→ TASK PROMPT
In the entries below, the lines from the one with "readonly scale: number;" through the one with "readonly resolution: number | null;" are to be copied exactly; both ends count.

[Dataset entries]
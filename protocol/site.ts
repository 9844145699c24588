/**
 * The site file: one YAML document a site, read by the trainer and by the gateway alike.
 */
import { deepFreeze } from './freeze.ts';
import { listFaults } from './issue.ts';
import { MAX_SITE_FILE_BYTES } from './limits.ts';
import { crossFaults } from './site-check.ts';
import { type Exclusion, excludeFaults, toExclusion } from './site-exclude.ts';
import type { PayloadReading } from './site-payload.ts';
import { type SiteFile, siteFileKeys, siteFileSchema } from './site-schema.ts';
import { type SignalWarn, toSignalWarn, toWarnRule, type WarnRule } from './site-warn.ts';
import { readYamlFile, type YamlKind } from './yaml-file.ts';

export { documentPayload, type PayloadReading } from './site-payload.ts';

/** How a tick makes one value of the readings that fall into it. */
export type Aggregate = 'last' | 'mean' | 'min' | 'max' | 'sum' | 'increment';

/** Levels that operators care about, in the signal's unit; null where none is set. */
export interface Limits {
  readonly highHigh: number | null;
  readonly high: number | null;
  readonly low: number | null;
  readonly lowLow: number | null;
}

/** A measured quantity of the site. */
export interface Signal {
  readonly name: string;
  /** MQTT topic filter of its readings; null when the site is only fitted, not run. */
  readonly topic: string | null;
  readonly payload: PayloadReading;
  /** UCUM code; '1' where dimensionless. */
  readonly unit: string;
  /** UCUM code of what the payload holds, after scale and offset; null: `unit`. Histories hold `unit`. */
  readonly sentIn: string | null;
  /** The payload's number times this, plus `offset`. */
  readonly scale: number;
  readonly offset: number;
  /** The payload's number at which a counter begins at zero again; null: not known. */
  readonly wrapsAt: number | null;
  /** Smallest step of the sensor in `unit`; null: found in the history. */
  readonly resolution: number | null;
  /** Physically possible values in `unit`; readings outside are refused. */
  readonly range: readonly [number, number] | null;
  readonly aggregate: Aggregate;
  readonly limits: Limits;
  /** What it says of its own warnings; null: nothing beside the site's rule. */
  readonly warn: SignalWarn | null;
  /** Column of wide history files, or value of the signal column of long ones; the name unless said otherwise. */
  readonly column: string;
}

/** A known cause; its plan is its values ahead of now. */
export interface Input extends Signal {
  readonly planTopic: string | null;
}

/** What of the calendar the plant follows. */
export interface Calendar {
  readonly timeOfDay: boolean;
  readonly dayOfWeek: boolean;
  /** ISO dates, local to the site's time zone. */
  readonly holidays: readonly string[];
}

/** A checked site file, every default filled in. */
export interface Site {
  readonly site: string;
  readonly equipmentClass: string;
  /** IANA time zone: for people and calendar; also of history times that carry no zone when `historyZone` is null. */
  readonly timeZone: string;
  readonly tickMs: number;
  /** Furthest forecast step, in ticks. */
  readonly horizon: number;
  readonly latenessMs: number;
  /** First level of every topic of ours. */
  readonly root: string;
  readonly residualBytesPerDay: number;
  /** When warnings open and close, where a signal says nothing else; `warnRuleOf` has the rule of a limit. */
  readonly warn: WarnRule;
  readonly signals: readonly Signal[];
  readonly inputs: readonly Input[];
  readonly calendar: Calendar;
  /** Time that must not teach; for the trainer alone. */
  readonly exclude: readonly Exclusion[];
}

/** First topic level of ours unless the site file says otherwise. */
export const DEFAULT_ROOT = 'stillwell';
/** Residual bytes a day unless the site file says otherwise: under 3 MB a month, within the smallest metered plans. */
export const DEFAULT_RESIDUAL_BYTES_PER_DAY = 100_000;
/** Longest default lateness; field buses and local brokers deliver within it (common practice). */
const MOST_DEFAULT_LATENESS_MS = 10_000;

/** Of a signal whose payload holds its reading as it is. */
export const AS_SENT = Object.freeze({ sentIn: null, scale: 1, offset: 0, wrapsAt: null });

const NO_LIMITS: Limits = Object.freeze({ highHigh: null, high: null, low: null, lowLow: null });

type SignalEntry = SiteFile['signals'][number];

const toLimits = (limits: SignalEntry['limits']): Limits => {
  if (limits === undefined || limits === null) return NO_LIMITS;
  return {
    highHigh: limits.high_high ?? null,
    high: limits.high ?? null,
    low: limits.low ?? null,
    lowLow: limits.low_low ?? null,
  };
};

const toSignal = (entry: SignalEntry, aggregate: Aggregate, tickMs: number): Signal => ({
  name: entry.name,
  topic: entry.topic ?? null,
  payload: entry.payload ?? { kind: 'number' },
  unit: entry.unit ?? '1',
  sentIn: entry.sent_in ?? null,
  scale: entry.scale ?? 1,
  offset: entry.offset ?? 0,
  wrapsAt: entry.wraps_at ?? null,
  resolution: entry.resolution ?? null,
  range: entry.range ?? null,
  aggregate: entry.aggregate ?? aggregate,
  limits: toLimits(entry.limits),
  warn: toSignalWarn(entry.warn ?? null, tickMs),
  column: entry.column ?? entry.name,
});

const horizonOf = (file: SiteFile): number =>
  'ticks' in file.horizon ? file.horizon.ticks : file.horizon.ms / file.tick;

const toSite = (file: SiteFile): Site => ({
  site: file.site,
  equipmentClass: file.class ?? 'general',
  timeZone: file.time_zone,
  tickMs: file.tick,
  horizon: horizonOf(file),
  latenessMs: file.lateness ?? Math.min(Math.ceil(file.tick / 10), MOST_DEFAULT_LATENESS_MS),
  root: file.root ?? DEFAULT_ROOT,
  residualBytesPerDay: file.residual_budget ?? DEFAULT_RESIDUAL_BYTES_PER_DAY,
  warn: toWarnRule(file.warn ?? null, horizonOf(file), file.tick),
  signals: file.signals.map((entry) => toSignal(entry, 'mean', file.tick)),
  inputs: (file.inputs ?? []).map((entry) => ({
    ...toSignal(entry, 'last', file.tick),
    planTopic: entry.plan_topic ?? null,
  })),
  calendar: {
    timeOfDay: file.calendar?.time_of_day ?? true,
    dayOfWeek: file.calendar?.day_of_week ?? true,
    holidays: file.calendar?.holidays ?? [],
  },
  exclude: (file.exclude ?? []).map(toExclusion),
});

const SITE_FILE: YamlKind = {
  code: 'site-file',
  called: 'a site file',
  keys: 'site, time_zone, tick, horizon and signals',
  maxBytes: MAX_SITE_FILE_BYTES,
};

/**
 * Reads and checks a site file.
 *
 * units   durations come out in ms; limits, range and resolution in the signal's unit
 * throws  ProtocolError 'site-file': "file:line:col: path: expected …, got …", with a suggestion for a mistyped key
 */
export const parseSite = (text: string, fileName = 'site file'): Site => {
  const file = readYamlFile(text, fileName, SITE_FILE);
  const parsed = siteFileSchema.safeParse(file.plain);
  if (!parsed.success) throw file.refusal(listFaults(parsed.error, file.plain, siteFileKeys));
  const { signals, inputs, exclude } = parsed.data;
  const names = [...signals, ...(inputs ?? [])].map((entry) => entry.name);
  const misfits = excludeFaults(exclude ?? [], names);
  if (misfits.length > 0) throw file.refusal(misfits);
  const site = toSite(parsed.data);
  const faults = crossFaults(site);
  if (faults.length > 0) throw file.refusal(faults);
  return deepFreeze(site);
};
--
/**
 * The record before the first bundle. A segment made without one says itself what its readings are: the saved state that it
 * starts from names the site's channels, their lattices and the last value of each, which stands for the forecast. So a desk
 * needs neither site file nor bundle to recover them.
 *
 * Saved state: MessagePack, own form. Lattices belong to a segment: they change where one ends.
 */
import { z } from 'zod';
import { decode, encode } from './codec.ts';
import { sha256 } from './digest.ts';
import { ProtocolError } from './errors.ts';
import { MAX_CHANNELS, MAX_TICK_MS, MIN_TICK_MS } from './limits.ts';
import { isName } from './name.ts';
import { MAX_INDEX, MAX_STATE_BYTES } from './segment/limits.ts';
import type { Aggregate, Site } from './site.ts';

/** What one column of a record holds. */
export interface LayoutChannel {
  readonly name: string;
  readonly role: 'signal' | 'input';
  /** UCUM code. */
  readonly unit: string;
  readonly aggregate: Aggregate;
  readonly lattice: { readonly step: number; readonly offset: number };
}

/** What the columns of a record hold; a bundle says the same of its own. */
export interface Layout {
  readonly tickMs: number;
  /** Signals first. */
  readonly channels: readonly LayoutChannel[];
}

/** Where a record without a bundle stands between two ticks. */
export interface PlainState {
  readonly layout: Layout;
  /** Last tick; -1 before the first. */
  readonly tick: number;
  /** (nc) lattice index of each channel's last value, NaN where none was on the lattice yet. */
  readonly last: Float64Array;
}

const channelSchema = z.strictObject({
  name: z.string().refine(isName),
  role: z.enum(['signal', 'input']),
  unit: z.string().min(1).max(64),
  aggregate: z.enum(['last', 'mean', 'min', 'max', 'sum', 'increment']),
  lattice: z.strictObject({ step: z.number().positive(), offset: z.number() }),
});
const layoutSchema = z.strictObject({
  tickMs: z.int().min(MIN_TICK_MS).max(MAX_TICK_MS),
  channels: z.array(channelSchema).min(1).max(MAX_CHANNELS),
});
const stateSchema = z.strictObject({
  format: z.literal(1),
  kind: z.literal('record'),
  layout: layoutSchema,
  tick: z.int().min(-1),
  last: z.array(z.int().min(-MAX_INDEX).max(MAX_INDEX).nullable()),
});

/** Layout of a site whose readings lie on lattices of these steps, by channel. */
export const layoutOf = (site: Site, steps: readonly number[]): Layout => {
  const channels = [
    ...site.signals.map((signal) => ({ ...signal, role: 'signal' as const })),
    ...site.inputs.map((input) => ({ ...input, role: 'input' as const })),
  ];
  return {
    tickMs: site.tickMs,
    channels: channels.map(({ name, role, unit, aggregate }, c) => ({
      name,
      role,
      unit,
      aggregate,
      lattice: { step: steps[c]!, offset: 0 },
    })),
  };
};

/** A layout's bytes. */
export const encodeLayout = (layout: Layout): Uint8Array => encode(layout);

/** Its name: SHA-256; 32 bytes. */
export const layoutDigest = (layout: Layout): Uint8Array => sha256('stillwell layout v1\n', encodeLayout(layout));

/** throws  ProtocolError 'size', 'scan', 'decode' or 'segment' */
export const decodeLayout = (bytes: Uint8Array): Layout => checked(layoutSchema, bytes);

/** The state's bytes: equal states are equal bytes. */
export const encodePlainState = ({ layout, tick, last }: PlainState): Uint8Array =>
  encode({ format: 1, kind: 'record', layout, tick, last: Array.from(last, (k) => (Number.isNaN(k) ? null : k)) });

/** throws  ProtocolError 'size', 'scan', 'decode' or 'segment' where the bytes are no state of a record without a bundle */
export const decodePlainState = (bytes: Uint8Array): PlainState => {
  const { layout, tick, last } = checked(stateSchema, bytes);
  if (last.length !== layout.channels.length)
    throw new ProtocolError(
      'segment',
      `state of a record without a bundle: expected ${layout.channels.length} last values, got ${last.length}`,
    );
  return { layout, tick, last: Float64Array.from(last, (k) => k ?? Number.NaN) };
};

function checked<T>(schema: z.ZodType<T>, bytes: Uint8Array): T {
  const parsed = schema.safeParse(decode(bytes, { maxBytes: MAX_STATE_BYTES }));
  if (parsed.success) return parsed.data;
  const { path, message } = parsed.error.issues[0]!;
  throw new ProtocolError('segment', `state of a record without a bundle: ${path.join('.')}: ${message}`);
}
---
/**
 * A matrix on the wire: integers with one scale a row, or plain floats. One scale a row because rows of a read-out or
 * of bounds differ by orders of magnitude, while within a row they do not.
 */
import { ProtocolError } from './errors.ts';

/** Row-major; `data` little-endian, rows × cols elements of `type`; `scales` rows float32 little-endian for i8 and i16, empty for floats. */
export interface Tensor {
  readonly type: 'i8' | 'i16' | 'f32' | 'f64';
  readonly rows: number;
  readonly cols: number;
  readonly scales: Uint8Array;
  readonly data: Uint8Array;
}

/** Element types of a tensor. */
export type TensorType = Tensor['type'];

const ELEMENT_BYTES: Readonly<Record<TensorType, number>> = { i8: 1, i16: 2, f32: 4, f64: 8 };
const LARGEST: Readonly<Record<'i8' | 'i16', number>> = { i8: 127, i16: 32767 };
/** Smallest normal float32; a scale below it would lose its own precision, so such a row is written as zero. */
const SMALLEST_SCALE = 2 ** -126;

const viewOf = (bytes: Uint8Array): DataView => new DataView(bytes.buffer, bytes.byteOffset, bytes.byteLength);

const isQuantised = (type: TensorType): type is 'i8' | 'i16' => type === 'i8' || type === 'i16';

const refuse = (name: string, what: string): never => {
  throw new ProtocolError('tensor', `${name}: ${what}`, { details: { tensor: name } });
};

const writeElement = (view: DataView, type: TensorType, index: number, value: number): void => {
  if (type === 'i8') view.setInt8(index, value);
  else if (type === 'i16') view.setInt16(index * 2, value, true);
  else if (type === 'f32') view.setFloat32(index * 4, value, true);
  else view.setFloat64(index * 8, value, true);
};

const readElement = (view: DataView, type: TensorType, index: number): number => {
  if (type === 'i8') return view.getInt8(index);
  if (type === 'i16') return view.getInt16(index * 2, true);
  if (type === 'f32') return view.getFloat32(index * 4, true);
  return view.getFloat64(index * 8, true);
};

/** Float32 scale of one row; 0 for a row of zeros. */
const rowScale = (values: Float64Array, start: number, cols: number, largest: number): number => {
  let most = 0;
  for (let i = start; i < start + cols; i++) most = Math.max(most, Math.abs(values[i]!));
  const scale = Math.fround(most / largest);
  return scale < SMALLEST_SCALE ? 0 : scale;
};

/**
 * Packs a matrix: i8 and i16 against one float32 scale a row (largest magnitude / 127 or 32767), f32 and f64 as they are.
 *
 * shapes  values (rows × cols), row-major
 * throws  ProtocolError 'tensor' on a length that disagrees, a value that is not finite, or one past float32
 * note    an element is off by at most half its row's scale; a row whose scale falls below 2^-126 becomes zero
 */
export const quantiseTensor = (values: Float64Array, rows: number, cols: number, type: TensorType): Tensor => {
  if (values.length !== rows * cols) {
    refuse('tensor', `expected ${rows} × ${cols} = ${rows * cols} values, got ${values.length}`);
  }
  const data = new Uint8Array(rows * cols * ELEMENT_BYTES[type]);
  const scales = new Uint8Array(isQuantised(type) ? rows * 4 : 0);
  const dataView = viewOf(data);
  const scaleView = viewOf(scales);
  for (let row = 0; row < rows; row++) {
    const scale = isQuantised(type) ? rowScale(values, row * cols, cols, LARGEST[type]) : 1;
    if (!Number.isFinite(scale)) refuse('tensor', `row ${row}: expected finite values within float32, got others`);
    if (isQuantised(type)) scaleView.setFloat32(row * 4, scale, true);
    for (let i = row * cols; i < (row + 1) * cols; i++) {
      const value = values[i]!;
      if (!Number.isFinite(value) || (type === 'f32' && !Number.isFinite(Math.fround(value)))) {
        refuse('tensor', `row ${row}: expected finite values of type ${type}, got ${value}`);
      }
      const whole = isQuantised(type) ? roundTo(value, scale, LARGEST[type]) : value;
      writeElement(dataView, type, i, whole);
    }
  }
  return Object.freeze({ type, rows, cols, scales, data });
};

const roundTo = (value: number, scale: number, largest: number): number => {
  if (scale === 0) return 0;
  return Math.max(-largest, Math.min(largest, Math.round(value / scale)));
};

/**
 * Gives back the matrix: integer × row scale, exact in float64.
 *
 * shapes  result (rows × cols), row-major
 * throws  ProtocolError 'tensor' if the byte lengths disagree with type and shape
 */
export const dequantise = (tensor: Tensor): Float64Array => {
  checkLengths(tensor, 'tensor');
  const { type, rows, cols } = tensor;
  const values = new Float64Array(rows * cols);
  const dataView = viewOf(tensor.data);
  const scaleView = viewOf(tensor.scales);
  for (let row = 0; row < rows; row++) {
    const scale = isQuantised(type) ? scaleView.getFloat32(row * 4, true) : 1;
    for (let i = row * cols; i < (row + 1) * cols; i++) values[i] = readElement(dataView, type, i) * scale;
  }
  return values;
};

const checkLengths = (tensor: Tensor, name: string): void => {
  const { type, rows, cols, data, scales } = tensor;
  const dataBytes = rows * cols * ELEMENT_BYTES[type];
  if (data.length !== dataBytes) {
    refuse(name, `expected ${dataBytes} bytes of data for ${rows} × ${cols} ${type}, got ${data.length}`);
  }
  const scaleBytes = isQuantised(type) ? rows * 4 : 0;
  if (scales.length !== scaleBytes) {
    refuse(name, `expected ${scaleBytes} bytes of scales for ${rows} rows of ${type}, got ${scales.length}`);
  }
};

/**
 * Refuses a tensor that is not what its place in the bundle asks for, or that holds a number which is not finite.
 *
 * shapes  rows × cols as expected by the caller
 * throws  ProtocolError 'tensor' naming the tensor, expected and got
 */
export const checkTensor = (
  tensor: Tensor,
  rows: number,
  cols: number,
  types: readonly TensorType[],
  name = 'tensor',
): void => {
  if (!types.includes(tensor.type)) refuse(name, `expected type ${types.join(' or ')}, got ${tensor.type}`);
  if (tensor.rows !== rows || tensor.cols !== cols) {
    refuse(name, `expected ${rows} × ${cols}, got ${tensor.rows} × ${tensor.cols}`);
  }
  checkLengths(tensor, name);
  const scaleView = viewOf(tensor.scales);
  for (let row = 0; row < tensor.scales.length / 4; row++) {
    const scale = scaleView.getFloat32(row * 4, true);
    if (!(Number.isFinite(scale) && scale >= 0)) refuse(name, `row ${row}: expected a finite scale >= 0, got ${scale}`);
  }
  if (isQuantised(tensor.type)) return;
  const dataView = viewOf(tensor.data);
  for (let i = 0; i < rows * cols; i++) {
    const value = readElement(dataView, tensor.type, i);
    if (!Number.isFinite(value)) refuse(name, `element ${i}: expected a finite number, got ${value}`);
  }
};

→ OUTPUT FOR THIS EXERCISE
  readonly scale: number;
  readonly offset: number;
  /** The payload's number at which a counter begins at zero again; null: not known. */
  readonly wrapsAt: number | null;
  /** Smallest step of the sensor in `unit`; null: found in the history. */
  readonly resolution: number | null;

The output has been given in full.